Nommer ce qui est arrivé. Écrire est une occasion de nommer explicitement ce qui s’est produit, de définir ce qui est arrivé : maltraitance, viol, climat incestuel, violence domestique, inceste, agression, accident.
Donner du sens à la souffrance. Un des nombreux bénéfices de l’écriture est la construction d’une narration qui donne du sens à la souffrance. Cela passe par la reconstitution de son histoire avant et après l’événement traumatique. On prend le temps d’assimiler l’événement, de comprendre ce qui s’est passé, et surtout d’expliquer comment on s’en est sorti ainsi que les ressources et personnes qui nous ont aidées. On donne une signification à ce qui s’est passé, tout en créant une nouvelle histoire.
Intégrer l'événement dans son histoire. Écrire donne la possibilité de réintégrer un traumatisme dans son histoire de vie sans qu’il la domine, tout en travaillant sur sa mémoire et ces traumatismes afin de transformer cette expérience intime en récit porteur de sens.
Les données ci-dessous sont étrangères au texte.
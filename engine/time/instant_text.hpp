// SPDX-License-Identifier: MIT
#pragma once

#include "engine/time/instant.hpp"

#include <optional>
#include <string>
#include <string_view>

namespace dialwright {

/// Reads an instant in the extended form of ISO 8601: 2026-06-21T11:00:00Z, or with an offset, 2026-06-21T12:00:00+01:00.
/// Seconds may be left out (11:00Z) or carry a decimal point or comma and up to nine digits, rounded to the microsecond.
/// The offset (Z, ±hh:mm, ±hh) must be there: an instant without one is not an instant.
/// @return nothing if any character is out of place, or a date or time does not exist; years 0000 to 9999.
///         24:00:00 is the end of its day. A leap second (23:59:60) is read as the second that follows it.
[[nodiscard]] std::optional<Instant> read_instant(std::string_view text);

/// Writes an instant as 2026-06-21T11:00:00Z; a fraction of a second only where there is one, without trailing zeros.
/// Years 0000 to 9999.
[[nodiscard]] std::string write_instant(Instant instant);

} // namespace dialwright
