Sheet own_size_sheet(std::shared_ptr<const Drawing> drawing, const PrintOptions& options) {
    require_options(options);
    require_work(*drawing);
    const Box work = options.frame.value_or(bounds_of(*drawing));
    Plan plan;
    SheetWords words{"own size", options.title, "", 1, 1};
    // Wide enough for the bar in x; then as high as the notes and the bar in y ask for.
    const double least_opening_mm = 124.0;
    const auto named = [&] {
        words.paper = fmt::format("own size, {:.1f} × {:.1f} mm", plan.width_mm, plan.height_mm);
        plan.surround = surround_of(plan.width_mm, plan.height_mm, options.margin_mm, options.inches, words);
    };
    plan.width_mm = plan.height_mm = 1000.0;
    named();
    const double sides = plan.surround.left_mm + plan.surround.right_mm + 2 * options.margin_mm;
    plan.width_mm = std::max(work.width_mm(), least_opening_mm) + sides;
    plan.height_mm = k_largest_page_mm; // for the words only: the longest that the size can be
    named();
    const double ends = plan.surround.bottom_mm + plan.surround.top_mm + 2 * options.margin_mm;
    plan.height_mm = std::max(work.height_mm(), least_opening_mm) + ends;
    if (plan.width_mm > k_largest_page_mm || plan.height_mm > k_largest_page_mm) {
        throw ExportError(
            fmt::format("The work of {:.1f} × {:.1f} mm needs a sheet of {:.1f} × {:.1f} mm with its bars; "
                        "a PDF page takes at most {:.0f} mm a side: print it on tiles.",
                        work.width_mm(), work.height_mm(), plan.width_mm, plan.height_mm, k_largest_page_mm));
    }
    named();
    plan.opening = opening_of(plan.width_mm, plan.height_mm, options.margin_mm, plan.surround);
    const TileGrid grid = grid_over(work, plan.opening.width_mm(), plan.opening.height_mm(), 0.0);
    return sheet_of(plan, drawing, grid.box(0, 0), options, words, words.paper);
}

} // namespace dialwright::layout
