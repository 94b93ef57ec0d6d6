// SPDX-License-Identifier: MIT
#pragma once

#include "engine/survey/found.hpp"

#include <nlohmann/json.hpp>

#include <string>

namespace dialwright::cli {

using Json = nlohmann::ordered_json;

/// A number for a file; null where there is none.
[[nodiscard]] Json json_number(double value);

/// {"value", "range", "told"}.
[[nodiscard]] Json json_found(const Found& found);

/// One line of JSON, always valid. Numbers to the millionth, without exponents, "-0" or noise in the last digits.
[[nodiscard]] std::string json_text(const Json& json);

} // namespace dialwright::cli
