class Survey {
  public:
    explicit Survey(const WallReadings& readings) : readings_{readings}, latitude_{readings.site.latitude} {
        std::vector<Instant> instants;
        for (const PegShadow& shadow : readings.shadows)
            instants.push_back(shadow.at);
        for (const Grazing& grazing : readings.grazings)
            instants.push_back(grazing.at);
        suns_ = real_suns(readings.site, instants);
        for (const RealSun& sun : suns_)
            seen_.push_back(sun.seen(latitude_));
    }

    [[nodiscard]] bool residuals(const VectorXd& x, VectorXd& r) const {
        if (std::abs(x[k_lean]) > 89.5 || readings_.peg_mm + x[k_peg] < readings_.peg_mm / 2)
            return false;
        const Plane plane{board_of(x), readings_.peg_mm + x[k_peg]};
        int row = 0;
        for (std::size_t i = 0; i < readings_.shadows.size(); ++i, row += 2) {
            const SiteDirection sun = sun_of(i, x[k_clock]);
            const auto point = plane.light(sun) > k_least_light
                                   ? plane.shadow_of_nodus(sun, {x[k_foot_right], x[k_foot_up]})
                                   : std::nullopt;
            const PegShadow& shadow = readings_.shadows[i];
            const double deviation_mm = nominal_mm(shadow);
            r[row] = point ? (shadow.right_mm - point->u_mm) / deviation_mm : k_unlit;
            r[row + 1] = point ? (-shadow.down_mm - point->v_mm) / deviation_mm : k_unlit;
        }
        for (std::size_t i = 0; i < readings_.grazings.size(); ++i) {
            const SiteDirection sun = sun_of(readings_.shadows.size() + i, x[k_clock]);
            const double off_deg = arc_sine(plane.light(sun)).in_degrees();
            // A wall that faces the other way loses the Sun where this one gets it.
            constexpr double k_later_s = 60;
            const SiteDirection later = sun_of(readings_.shadows.size() + i, x[k_clock] + k_later_s);
            const bool begins = plane.light(later) > plane.light(sun);
            if (begins != readings_.grazings[i].begins)
                r[row++] = k_unlit;
            else
                r[row++] = off_deg / Known{0, readings_.grazings[i].give.in_degrees()}.deviation();
        }
        if (const auto& bearing = readings_.bearing_deg)
            r[row++] = Angle::degrees(bearing->value - x[k_facing]).signed_turn().in_degrees() / bearing->deviation();
        if (const auto& lean = readings_.lean_deg)
            r[row++] = (lean->value - x[k_lean]) / lean->deviation();
        return true;
    }

    /// The figures that stand beside the shadows, one by one.
    [[nodiscard]] std::vector<Suspect> figures() const {
        using Fault = WallAnswer::Fault;
        std::vector<Suspect> figures;
        for (std::size_t i = 0; i < readings_.grazings.size(); ++i)
            figures.push_back({Fault::grazing, i});
        if (readings_.bearing_deg)
            figures.push_back({Fault::bearing});
        if (readings_.lean_deg)
            figures.push_back({Fault::lean});
        return figures;
    }

    [[nodiscard]] FitTask task(const Suspect& suspect) const {
        const WallAnswer::Fault fault = suspect.fault;
        FitTask task;
        task.readings = int(readings_.shadows.size());
        task.width = 2;
        task.known_rows =
            int(readings_.grazings.size()) + (readings_.bearing_deg ? 1 : 0) + (readings_.lean_deg ? 1 : 0);
        task.residuals = [this, row = row_of(suspect)](const VectorXd& x, VectorXd& r) {
            const bool can_be = residuals(x, r);
            if (can_be && row >= 0)
                r[row] *= k_doubted;
            return can_be;
        };
        task.unknowns.resize(k_unknowns);
        const auto set = [&](Index i, double step, double known_to) {
            task.unknowns[i].step = step;
            task.unknowns[i].known_to = std::max(known_to, 1e-6);
        };
        using Fault = WallAnswer::Fault;
        set(k_facing, 1e-4, k_any_facing_deg);
        set(k_lean, 1e-4, k_any_lean_deg);
        set(k_turn, 1e-4,
            fault == Fault::level ? k_any_level_deg : Known{0, readings_.level_give.in_degrees()}.deviation());
        set(k_clock, 0.05, fault == Fault::clock ? k_any_clock_s : Known{0, readings_.clock_give_s}.deviation());
        set(k_peg, 1e-3, Known{0, readings_.peg_give_mm}.deviation());
        set(k_foot_right, 1e-3, Known{0, readings_.foot_give_mm}.deviation());
        set(k_foot_up, 1e-3, Known{0, readings_.foot_give_mm}.deviation());
        return task;
    }

    /// The fit of one explanation, from the best place of a coarse search.
    [[nodiscard]] Fit best(FitTask task) const {
        const auto [facing, lean] = searched(task);
        task.unknowns[k_facing].start = task.unknowns[k_facing].known = facing;
        task.unknowns[k_lean].start = lean;
        constexpr double k_once_in = 100;
        return fit_without_strays(task, k_once_in, 3);
    }

    /// The chance that a suspected figure, if it is as good as its ± says, lies so far from what the rest say of it.
    [[nodiscard]] double chance_of(const Suspect& suspect, const Fit& fit, const FitTask& task) const {
        const int row = row_of(suspect);
        VectorXd x = fit.values, ahead(fit.residuals.size()), behind(fit.residuals.size()), slopes(k_unknowns);
        for (int k = 0; k < k_unknowns; ++k) {
            const double step = task.unknowns[std::size_t(k)].step;
            x[k] = fit.values[k] + step;
            const bool can_ahead = residuals(x, ahead);
            x[k] = fit.values[k] - step;
            const bool can_behind = residuals(x, behind);
            x[k] = fit.values[k];
            slopes[k] = can_ahead && can_behind ? (ahead[row] - behind[row]) / (2 * step) : 0.0;
        }
        const Spread spread = fit.spread(slopes, 1.0);
        const double out = fit.residuals[row] / k_doubted / spread.deviation;
        return fisher_above(out * out, 1.0, std::max(0.5, spread.freedom));
    }

    [[nodiscard]] WallAnswer answer(const Fit& fit, const FitTask& task, const Suspect& suspect) const {
        WallAnswer answer;
        answer.fault = suspect.fault;
        answer.grazing = suspect.grazing;
        if (const int row = row_of(suspect); row >= 0)
            answer.figure_off_deg = fit.residuals[row] / k_doubted * deviation_of(suspect);
        const auto found = [&](Index i) {
            return Found{fit.values[i], fit.spread(i).range_95, fit.untold(i, task) < 0.5};
        };
        answer.facing_deg = found(k_facing);
        answer.facing_deg.value = Angle::degrees(answer.facing_deg.value).positive_turn().in_degrees();
        answer.lean_deg = found(k_lean);
        answer.level_deg = found(k_turn);
        answer.clock_s = found(k_clock);
        answer.scatter_mm = fit.checked() ? fit.noise * k_marking_mm : 0.0;
        for (std::size_t i = 0; i < readings_.shadows.size(); ++i) {
            const double deviation_mm = nominal_mm(readings_.shadows[i]);
            answer.off_right_mm.push_back(fit.residuals[int(2 * i)] * deviation_mm);
            answer.off_down_mm.push_back(-fit.residuals[int(2 * i) + 1] * deviation_mm);
        }
        answer.stray = fit.left_out;
        return answer;
    }

    /// The time of the last reading's day at which one more shadow would narrow the facing most.
    [[nodiscard]] std::optional<NextReading> next(const Fit& fit, const FitTask& task) const {
        const Instant last = suns_.back().at;
        std::vector<Instant> times;
        for (int quarter = -48; quarter < 48; ++quarter)
            times.push_back(std::chrono::round<std::chrono::minutes>(last) + quarter * std::chrono::minutes{15});
        const std::vector<RealSun> suns = real_suns(readings_.site, times);
        const Eigen::MatrixXd covariance = fit.from_readings + fit.from_known;
        const double range_now = fit.spread(k_facing).range_95;
        std::optional<NextReading> best;
        for (std::size_t i = 0; i < times.size(); ++i) {
            if (!measurable(suns[i], fit.values))
                continue;
            Eigen::MatrixXd slopes(2, k_unknowns);
            VectorXd x = fit.values;
            for (int k = 0; k < k_unknowns; ++k) {
                const double step = task.unknowns[std::size_t(k)].step;
                x[k] = fit.values[k] + step;
                const PlatePoint ahead = shadow_at(suns[i], x);
                x[k] = fit.values[k] - step;
                const PlatePoint behind = shadow_at(suns[i], x);
                x[k] = fit.values[k];
                slopes(0, k) = (ahead.u_mm - behind.u_mm) / (2 * step);
                slopes(1, k) = (ahead.v_mm - behind.v_mm) / (2 * step);
            }
            const PlatePoint at = shadow_at(suns[i], x);
            const double deviation_mm = fit.noise * nominal_mm({times[i], at.u_mm, -at.v_mm});
            const Eigen::Matrix2d spread =
                slopes * covariance * slopes.transpose() + deviation_mm * deviation_mm * Eigen::Matrix2d::Identity();
            const Eigen::Vector2d along = slopes * covariance.col(k_facing);
            const double left = covariance(k_facing, k_facing) - along.dot(spread.inverse() * along);
            const double range = range_now * std::sqrt(std::max(0.0, left / covariance(k_facing, k_facing)));
            if (!best || range < best->facing_range_deg)
                best = NextReading{times[i], range};
        }
        return best;
    }

    [[nodiscard]] Angle sun_span() const {
        double least_cosine = 1.0;
        for (std::size_t i = 0; i < readings_.shadows.size(); ++i)
            for (std::size_t k = 0; k < i; ++k)
                least_cosine = std::min(least_cosine, seen_[i].enu.dot(seen_[k].enu));
        return arc_cosine(least_cosine);
    }

  private:
    /// The row of a figure beside the shadows; −1 of other suspects.
    [[nodiscard]] int row_of(const Suspect& suspect) const {
        using Fault = WallAnswer::Fault;
        const int grazing = int(2 * readings_.shadows.size()), bearing = grazing + int(readings_.grazings.size());
        switch (suspect.fault) {
        case Fault::grazing:
            return grazing + int(suspect.grazing);
        case Fault::bearing:
            return bearing;
        case Fault::lean:
            return bearing + (readings_.bearing_deg ? 1 : 0);
        default:
            return -1;
        }
    }

    /// One standard deviation of a figure beside the shadows, in degrees.
    [[nodiscard]] double deviation_of(const Suspect& figure) const {
        if (figure.fault == WallAnswer::Fault::grazing)
            return Known{0, readings_.grazings[figure.grazing].give.in_degrees()}.deviation();
        return (figure.fault == WallAnswer::Fault::lean ? readings_.lean_deg : readings_.bearing_deg)->deviation();
    }

    [[nodiscard]] PlateFrame board_of(const VectorXd& x) const {
        const PlateFrame wall = frame_of({Angle::degrees(x[k_facing]), Angle::degrees(x[k_lean])});
        const double sine = sin(Angle::degrees(x[k_turn])), cosine = cos(Angle::degrees(x[k_turn]));
        return {cosine * wall.u - sine * wall.v, sine * wall.u + cosine * wall.v, wall.n};
    }

    /// A shadow that a maker can mark: not far out, the Sun not low.
    [[nodiscard]] bool measurable(const RealSun& sun, const VectorXd& x) const {
        const SiteDirection seen = sun.seen(latitude_, x[k_clock]);
        constexpr double k_low = 0.14, k_flat = 0.25; // sines
        return seen.enu.z() > k_low && seen.enu.dot(board_of(x).n) > k_flat;
    }

    /// Of a Sun that is measurable.
    [[nodiscard]] PlatePoint shadow_at(const RealSun& sun, const VectorXd& x) const {
        const Plane plane{board_of(x), readings_.peg_mm + x[k_peg]};
        return plane.shadow_of_nodus(sun.seen(latitude_, x[k_clock]), {x[k_foot_right], x[k_foot_up]})
            .value_or(PlatePoint{});
    }

    [[nodiscard]] SiteDirection sun_of(std::size_t i, double clock_s) const {
        return clock_s == 0.0 ? seen_[i] : suns_[i].seen(latitude_, clock_s);
    }

    [[nodiscard]] double nominal_mm(const PegShadow& shadow) const {
        return std::hypot(k_marking_mm,
                          k_blur * std::hypot(readings_.peg_mm, std::hypot(shadow.right_mm, shadow.down_mm)));
    }

    /// Facing and lean (degrees) at which the readings lie nearest, far ones counting for little.
    [[nodiscard]] std::pair<double, double> searched(const FitTask& task) const {
        VectorXd x = VectorXd::Zero(k_unknowns), r(task.readings * task.width + task.known_rows);
        const auto cost = [&](double facing, double lean) {
            x[k_facing] = facing;
            x[k_lean] = lean;
            if (!residuals(x, r))
                return 1e300;
            double sum = 0;
            constexpr double k_soft = 20; // nominal deviations: the search is that coarse
            for (int i = 0; i < r.size(); ++i)
                sum += std::log1p(r[i] * r[i] / (k_soft * k_soft));
            // Of equals the more upright.
            return sum + 1e-4 * std::abs(lean);
        };
        double facing = 0, lean = 0, least = 1e300;
        const auto look = [&](double f, double l) {
            if (const double here = cost(f, l); here < least) {
                least = here;
                facing = f;
                lean = l;
            }
        };
        for (int f = 0; f < 360; f += 4)
            for (int l = -80; l <= 84; l += 4)
                look(f, l);
        for (double step = 2; step > 0.1; step /= 2) {
            const double f = facing, l = lean;
            for (int i = -2; i <= 2; ++i)
                for (int k = -2; k <= 2; ++k)
                    look(f + i * step, l + k * step);
        }
        return {facing, lean};
    }

    const WallReadings& readings_;
    LatitudeSines latitude_;
    std::vector<RealSun> suns_;
    std::vector<SiteDirection> seen_; ///< by a right clock
};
Selon Neige Sinno, l’auteure du remarquable Triste tigre (p. 259) :
« Le témoignage me limite, il m’oblige à circonscrire mon expérience, à l’enfermer dans sa singularité, à faire qu’elle ne soit pas plus que ce qu’elle est. Mais il s’agit aussi de faire en sorte qu’elle ne soit pas moins que ce qu’elle est, qu’elle ne soit pas réduite à rien, renvoyée au silence d’où elle procède (…) »
Apaiser le deuil. Le processus de deuil peut être plus difficile lorsqu’il n’y a pas de rituel ou de cérémonie pour marquer la perte. L’écriture est une manière d’aborder le deuil que représente la remise en question de notre confiance, de nos valeurs et de nos croyances.
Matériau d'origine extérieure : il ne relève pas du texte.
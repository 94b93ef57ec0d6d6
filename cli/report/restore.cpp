// SPDX-License-Identifier: MIT
#include "cli/report/restore.hpp"
#include "cli/design/quantity.hpp"
#include "cli/report/json_text.hpp"
#include "cli/report/lines_of_text.hpp"
#include "cli/report/ranges.hpp"
#include "cli/report/say.hpp"
#include "cli/report/text_table.hpp"
#include "engine/time/zone.hpp"

#include <algorithm>
#include <cmath>

namespace dialwright::cli {
namespace {

using Fact = PlateSolution::Fact;

std::string supposed(const RestoreFile& file, Fact fact) {
    switch (fact) {
    case Fact::upright:
        return file.readings.up_known ? "if it stood upright" : "if it stood upright and kept its own place's time";
    case Fact::level:
        return "if it lay level";
    case Fact::lean:
        return "if it leaned as was measured";
    case Fact::latitude:
        return "if it was made for the latitude of where it was found";
    case Fact::sun_time:
        break;
    }
    return "if it kept its own place's time by the Sun, and leaned";
}

std::string say_found_latitude(const Found& found) {
    return latitude_text(to_minutes(found.value)) + " " + say_give(found.range);
}

std::string say_ahead(const RestoreFile& file, const Found& found) {
    const std::string give = fmt::format("± {} min", fixed(std::max(0.1, found.range), 1));
    const std::string besides = file.noon_certain ? "" : ", and whole hours that its numerals don't tell";
    if (std::abs(found.value) <= found.range)
        return fmt::format("the place's own by the Sun, {}{}", give, besides);
    return fmt::format("{} min {} the place's own Sun, {}{} (cut for a meridian {} further {})",
                       fixed(std::abs(found.value), 1), found.value > 0 ? "ahead of" : "behind", give, besides,
                       say_arc(found.value / 4), found.value > 0 ? "east" : "west");
}

std::string hour_words(double hours) {
    const long minutes = std::lround(hours * 60) % 720;
    return fmt::format("{}:{:02}", minutes / 60 == 0 ? 12 : minutes / 60, minutes % 60);
}

void say_lines(LinesOfText& text, const RestoreFile& file, const PlateFigure& figure) {
    text.gap();
    using layout::Align;
    std::vector<TableRow> rows;
    for (std::size_t i = 0; i < file.names.size(); ++i) {
        const bool unread = !file.readings.lines[i].hour_h && figure.hour_h[i];
        rows.push_back({file.names[i], figure.hour_h[i] ? hour_words(*figure.hour_h[i]) : "",
                        say_signed(figure.off_deg[i], 2) + "°",
                        figure.off_mm[i] != 0.0 ? say_signed(figure.off_mm[i], 1) : ""});
        if (figure.stray[i] || unread)
            rows.back().push_back(figure.stray[i] ? "cut or read wrong" : "unreadable: nearest this");
    }
    text.add(text_table({{"line"}, {"hour", Align::right}, {"off", Align::right}, {"off, mm", Align::right}}, rows, 2));
    text.line("  off: as it is, less as it should be, clockwise");
}

Json way_json(const RestoreWay& way) {
    const PlateSolution& one = way.solution;
    return {{"if", fact_name(one.fact)},
            {"known", way.supposed_known},
            {"signs", way.signs},
            {"for_this_place", way.for_this_place},
            {"latitude_deg", json_found(one.latitude_deg)},
            {"facing_deg", one.facing_deg ? json_found(*one.facing_deg) : Json{}},
            {"lean_deg", json_found(one.lean_deg)},
            {"ahead_min", json_found(one.ahead_min)},
            {"speaks", way.speaks}};
}

} // namespace

std::string heading_of(const RestoreFile& file, const RestoreWay& way) {
    std::string text = supposed(file, way.solution.fact);
    if (way.supposed_known)
        text += " (which is known)";
    return text;
}

std::vector<std::string> words_of(const RestoreFile& file, const RestoreWay& way) {
    const PlateSolution& one = way.solution;
    std::vector<std::string> words;
    words.push_back("latitude     " + (one.latitude_deg.told ? say_found_latitude(one.latitude_deg)
                                                             : latitude_text(to_minutes(one.latitude_deg.value))));
    if (one.facing_deg)
        words.push_back("facing       " + say_facing(*one.facing_deg));
    if (one.lean_deg.told)
        words.push_back("lean         " + say_lean(one.lean_deg));
    words.push_back("hours        " +
                    (one.ahead_min.told ? say_ahead(file, one.ahead_min) : std::string{"the place's own by the Sun"}));
    return words;
}

std::string restore_text(const RestoreFile& file, const PlateFigure& figure, const RestoreReport& report) {
    LinesOfText text;
    text.line("{}", file.title.empty() ? file.file : file.title);
    const auto strays = std::count(figure.stray.begin(), figure.stray.end(), true);
    text.line("  lines        {}, {} left out", file.names.size(), strays);
    if (figure.centre_told)
        text.line("  style height {}, {}", say_arc(figure.style_height_deg.value),
                  say_give(figure.style_height_deg.range));
    else
        text.line("  style height parallel to the plate within {}", say_arc(figure.style_height_deg.range));
    if (figure.substyle_deg.told)
        text.line("  substyle     {}, {}, clockwise from up", say_arc(figure.substyle_deg.value),
                  say_give(figure.substyle_deg.range));
    if (std::any_of(file.readings.lines.begin(), file.readings.lines.end(),
                    [](const PlateLine& line) { return line.hour_h.has_value(); }))
        text.line("  its hour     {} by the numerals, ± {} min", hour_words(figure.substyle_hour_h.value),
                  fixed(std::max(0.1, 60 * figure.substyle_hour_h.range), 1));
    text.line("  hours run    {}", figure.clockwise ? "clockwise: the style points to the north pole"
                                                    : "anticlockwise: the style points to the south pole");
    if (figure.centre)
        text.line("  centre       {} mm right, {} mm up of the origin", fixed(figure.centre->u_mm, 1),
                  fixed(figure.centre->v_mm, 1));
    text.line("  every ± here holds 19 times in 20");
    for (const RestoreWay& way : report.ways) {
        text.gap();
        text.line("{}:", heading_of(file, way));
        for (const std::string& one : words_of(file, way))
            text.line("  {}", one);
        for (const std::string& sign : way.speaks)
            text.line("  - {}", sign);
    }
    say_lines(text, file, figure);
    return text.taken();
}

std::string restore_json(const RestoreFile& file, const PlateFigure& figure, const RestoreReport& report) {
    Json out{{"format", 1}, {"title", file.title}, {"checked", figure.fit.checked()}};
    out["figure"] = {
        {"style_height_deg", json_found(figure.style_height_deg)},
        {"substyle_deg", json_found(figure.substyle_deg)},
        {"substyle_hour_h", json_found(figure.substyle_hour_h)},
        {"clockwise", figure.clockwise},
        {"centre_mm",
         figure.centre ? Json::array({json_number(figure.centre->u_mm), json_number(figure.centre->v_mm)}) : Json{}}};
    Json ways = Json::array();
    for (const RestoreWay& way : report.ways)
        ways.push_back(way_json(way));
    out["ways"] = std::move(ways);
    out["settled"] = report.settled;
    Json lines = Json::array();
    for (std::size_t i = 0; i < file.names.size(); ++i)
        lines.push_back({{"hour", file.names[i]},
                         {"hour_h", figure.hour_h[i] ? json_number(*figure.hour_h[i]) : Json{}},
                         {"off_deg", json_number(figure.off_deg[i])},
                         {"off_mm", figure.off_mm[i] != 0.0 ? json_number(figure.off_mm[i]) : Json{}},
                         {"left_out", bool(figure.stray[i])}});
    out["lines"] = std::move(lines);
    out["notes"] = report.notes;
    return json_text(out);
}

std::string recut_design(const RestoreFile& file, const RestoreWay& way) {
    const PlateSolution& one = way.solution;
    const std::string zone_name = file.place ? file.place->zone : "Etc/UTC";
    const auto zone = Zone::find(zone_name);
    const Angle meridian = zone ? zone->meridian(2027) : Angle{};
    const bool own_time = !one.ahead_min.told || std::abs(one.ahead_min.value) <= one.ahead_min.range;
    Angle longitude = file.place ? file.place->site.longitude : Angle{};
    if (!own_time)
        longitude = (meridian - Angle::degrees(one.ahead_min.value / 4)).signed_turn();
    LinesOfText text;
    text.line("# Cut again from the lines of an old plate, {}.", supposed(file, one.fact));
    if (way.for_this_place)
        text.line("# The latitude is that of the lines; that of the place is {}.",
                  latitude_text(file.place->site.latitude));
    if (!own_time)
        text.line("# The longitude is the one that the lines are shifted for, counted from the zone's meridian.");
    if (!file.title.empty())
        text.line("title: {}", Json(file.title).dump(-1, ' ', false, Json::error_handler_t::replace));
    text.line("place:");
    text.line("  latitude: {}", latitude_text(Angle::degrees(one.latitude_deg.value)));
    text.line("  longitude: {}", longitude_text(longitude));
    text.line("  zone: {}", zone_name);
    text.line("dial:");
    constexpr double k_wall_deg = 45;
    if (!one.facing_deg) {
        text.line("  kind: level");
    } else {
        text.line("  kind: {}", std::abs(one.lean_deg.value) <= k_wall_deg ? "wall" : "leaning");
        text.line("  facing: {}", bearing_text(Angle::degrees(one.facing_deg->value)));
        text.line("  lean: {}", lean_text(Angle::degrees(one.lean_deg.value)));
    }
    text.line("plate:");
    if (file.plate.empty())
        text.line("  diameter: 300 mm");
    for (const auto& [key, value] : file.plate)
        text.line("  {}: {}", key, Json(value).dump(-1, ' ', false, Json::error_handler_t::replace));
    text.line("hours:");
    text.line("  time: {}", own_time ? "sun" : "zone");
    return text.taken();
}

} // namespace dialwright::cli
Réorganiser le chaos intérieur. Le cerveau traite différemment les événements particulièrement stressants. Ainsi, la mémoire traumatique apparaît souvent comme fracturée, elle ne permet pas d’organiser l’événement. Le rapport au temps et aux sensations est altéré. Parfois on ne se rappelle tout simplement de rien et c’est une bonne chose. L’amnésie est un moyen de se protéger. Le récit sert uniquement à recoller les morceaux.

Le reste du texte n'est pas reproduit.